#### [Records provided]
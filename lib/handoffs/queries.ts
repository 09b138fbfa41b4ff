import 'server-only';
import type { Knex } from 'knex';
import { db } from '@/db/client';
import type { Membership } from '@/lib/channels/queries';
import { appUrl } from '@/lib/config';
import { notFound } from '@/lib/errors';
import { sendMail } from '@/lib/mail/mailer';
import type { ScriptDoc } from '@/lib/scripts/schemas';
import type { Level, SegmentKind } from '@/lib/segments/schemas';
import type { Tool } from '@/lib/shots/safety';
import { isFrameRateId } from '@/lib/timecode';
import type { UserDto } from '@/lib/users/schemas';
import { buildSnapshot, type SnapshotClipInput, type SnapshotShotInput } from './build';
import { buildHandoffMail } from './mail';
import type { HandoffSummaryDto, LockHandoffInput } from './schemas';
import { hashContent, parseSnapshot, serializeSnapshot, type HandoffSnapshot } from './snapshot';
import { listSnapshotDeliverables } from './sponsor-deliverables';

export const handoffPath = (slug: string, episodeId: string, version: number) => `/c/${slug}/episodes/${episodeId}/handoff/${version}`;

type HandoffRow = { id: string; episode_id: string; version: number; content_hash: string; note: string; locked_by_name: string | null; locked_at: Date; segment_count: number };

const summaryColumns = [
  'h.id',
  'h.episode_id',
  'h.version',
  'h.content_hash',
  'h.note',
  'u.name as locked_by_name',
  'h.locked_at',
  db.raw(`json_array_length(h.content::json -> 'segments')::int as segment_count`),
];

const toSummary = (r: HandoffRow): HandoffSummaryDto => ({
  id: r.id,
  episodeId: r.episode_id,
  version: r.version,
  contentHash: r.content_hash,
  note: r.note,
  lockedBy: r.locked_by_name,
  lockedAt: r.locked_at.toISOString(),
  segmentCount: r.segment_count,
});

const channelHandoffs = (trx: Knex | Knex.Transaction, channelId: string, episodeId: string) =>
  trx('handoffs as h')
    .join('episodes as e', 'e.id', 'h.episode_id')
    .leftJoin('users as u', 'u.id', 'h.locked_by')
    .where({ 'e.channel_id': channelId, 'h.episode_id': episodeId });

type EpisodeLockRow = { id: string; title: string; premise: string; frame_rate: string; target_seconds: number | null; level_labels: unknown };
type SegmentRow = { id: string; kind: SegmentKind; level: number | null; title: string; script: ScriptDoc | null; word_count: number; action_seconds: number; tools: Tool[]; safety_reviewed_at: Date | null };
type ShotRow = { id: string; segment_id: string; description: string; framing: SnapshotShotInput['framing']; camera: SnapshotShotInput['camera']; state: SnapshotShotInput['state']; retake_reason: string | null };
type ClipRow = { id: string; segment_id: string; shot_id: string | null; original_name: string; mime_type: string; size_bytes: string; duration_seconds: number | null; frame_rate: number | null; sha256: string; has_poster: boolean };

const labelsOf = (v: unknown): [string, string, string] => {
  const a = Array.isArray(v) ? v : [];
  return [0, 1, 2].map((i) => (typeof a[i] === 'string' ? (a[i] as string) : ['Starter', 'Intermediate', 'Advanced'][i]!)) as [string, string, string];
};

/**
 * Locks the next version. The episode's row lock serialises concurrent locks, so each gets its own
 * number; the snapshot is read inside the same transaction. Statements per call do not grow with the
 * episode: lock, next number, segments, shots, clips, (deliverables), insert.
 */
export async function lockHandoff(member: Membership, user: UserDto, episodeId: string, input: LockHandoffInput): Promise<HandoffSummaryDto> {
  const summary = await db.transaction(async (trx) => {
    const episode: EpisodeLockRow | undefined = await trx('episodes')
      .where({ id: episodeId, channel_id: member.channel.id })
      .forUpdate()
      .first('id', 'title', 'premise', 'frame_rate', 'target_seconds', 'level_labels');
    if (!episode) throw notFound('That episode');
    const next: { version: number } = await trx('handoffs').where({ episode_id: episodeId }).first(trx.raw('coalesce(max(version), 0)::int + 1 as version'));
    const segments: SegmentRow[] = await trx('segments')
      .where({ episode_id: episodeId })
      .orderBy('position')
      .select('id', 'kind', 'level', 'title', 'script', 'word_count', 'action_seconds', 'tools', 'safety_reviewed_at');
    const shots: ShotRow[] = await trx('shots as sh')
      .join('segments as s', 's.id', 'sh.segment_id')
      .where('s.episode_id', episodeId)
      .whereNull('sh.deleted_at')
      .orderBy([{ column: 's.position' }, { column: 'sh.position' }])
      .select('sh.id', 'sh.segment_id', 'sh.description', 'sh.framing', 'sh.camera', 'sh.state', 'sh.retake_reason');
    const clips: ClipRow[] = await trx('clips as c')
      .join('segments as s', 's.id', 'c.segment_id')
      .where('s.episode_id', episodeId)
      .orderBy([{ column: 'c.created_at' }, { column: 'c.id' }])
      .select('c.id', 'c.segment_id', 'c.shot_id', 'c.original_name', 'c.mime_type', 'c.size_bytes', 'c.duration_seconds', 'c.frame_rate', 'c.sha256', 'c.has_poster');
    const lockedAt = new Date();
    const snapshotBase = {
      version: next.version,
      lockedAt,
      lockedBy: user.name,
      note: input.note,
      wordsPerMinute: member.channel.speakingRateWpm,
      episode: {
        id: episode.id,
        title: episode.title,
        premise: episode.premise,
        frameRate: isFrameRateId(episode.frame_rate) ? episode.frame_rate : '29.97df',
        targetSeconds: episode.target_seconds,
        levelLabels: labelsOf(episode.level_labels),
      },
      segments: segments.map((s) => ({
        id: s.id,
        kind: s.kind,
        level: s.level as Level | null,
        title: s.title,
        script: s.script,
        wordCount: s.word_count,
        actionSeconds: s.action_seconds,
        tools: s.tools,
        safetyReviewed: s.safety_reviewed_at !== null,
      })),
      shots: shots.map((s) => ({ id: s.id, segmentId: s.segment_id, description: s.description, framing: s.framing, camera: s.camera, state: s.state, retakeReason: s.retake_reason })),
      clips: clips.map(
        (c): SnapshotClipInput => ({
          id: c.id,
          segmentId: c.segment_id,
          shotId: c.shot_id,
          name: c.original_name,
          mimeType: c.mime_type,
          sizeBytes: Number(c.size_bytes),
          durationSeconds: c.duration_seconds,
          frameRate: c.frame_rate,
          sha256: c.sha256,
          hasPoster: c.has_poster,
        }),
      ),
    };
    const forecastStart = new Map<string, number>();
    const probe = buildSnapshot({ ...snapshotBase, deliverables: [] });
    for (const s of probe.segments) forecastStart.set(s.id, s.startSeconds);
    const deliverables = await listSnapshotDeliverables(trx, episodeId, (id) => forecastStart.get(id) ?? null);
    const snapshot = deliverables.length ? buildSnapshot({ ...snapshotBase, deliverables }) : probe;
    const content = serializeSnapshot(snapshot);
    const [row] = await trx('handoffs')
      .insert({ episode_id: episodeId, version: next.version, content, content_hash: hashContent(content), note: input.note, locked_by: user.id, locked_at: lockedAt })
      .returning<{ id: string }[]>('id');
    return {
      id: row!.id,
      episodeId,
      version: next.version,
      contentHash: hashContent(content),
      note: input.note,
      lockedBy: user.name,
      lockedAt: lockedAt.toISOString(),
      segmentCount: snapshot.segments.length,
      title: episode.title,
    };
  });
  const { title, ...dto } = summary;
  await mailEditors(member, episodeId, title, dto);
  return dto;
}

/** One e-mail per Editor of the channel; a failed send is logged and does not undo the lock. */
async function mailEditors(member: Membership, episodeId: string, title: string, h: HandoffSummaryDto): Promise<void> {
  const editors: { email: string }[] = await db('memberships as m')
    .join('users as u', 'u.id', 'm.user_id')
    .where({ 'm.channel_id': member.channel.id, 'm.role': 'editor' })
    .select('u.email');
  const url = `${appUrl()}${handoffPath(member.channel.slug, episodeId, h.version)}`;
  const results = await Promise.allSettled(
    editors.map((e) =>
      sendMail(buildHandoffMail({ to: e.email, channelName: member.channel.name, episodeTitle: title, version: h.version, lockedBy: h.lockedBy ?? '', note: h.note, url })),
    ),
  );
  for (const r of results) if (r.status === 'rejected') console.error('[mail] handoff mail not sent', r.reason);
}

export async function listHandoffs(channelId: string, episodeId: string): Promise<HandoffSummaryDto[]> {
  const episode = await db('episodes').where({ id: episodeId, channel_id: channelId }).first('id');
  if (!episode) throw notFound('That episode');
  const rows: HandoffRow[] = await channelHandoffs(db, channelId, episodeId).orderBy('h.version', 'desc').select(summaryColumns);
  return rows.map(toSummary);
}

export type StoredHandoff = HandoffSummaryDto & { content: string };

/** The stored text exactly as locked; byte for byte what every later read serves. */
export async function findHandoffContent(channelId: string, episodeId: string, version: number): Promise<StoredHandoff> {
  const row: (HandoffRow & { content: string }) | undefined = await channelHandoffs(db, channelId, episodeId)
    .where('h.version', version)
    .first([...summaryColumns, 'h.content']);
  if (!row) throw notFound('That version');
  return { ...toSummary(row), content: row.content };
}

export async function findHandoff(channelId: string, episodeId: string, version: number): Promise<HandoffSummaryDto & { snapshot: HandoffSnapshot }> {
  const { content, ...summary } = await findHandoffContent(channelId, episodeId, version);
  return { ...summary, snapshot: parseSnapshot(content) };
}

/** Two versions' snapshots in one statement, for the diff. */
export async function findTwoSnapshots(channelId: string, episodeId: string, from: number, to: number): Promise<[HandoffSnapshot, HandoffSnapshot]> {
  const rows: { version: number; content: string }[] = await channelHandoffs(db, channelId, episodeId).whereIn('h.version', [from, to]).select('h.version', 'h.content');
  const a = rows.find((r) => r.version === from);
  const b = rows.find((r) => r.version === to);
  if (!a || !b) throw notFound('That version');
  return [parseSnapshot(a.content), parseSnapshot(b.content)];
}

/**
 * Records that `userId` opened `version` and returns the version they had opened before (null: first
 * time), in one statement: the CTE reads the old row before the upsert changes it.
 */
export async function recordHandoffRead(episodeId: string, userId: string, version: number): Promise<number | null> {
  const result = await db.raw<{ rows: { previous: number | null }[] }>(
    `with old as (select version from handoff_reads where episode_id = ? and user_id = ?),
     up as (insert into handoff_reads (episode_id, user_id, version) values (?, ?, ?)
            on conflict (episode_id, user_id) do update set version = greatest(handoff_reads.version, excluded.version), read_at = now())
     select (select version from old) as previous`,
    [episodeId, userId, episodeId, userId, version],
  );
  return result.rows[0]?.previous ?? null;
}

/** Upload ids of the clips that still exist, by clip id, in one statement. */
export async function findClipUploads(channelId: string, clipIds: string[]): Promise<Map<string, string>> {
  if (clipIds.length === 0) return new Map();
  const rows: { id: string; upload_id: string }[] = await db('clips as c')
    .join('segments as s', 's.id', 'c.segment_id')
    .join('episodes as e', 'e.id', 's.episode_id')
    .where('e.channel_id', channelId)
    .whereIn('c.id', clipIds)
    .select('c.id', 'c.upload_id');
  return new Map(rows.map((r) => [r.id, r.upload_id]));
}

#### [About this exercise]
All lines in the preceding records that hold the word "probe" need to be copied.

#### [Solution for this task]
    const probe = buildSnapshot({ ...snapshotBase, deliverables: [] });
    for (const s of probe.segments) forecastStart.set(s.id, s.startSeconds);
    const snapshot = deliverables.length ? buildSnapshot({ ...snapshotBase, deliverables }) : probe;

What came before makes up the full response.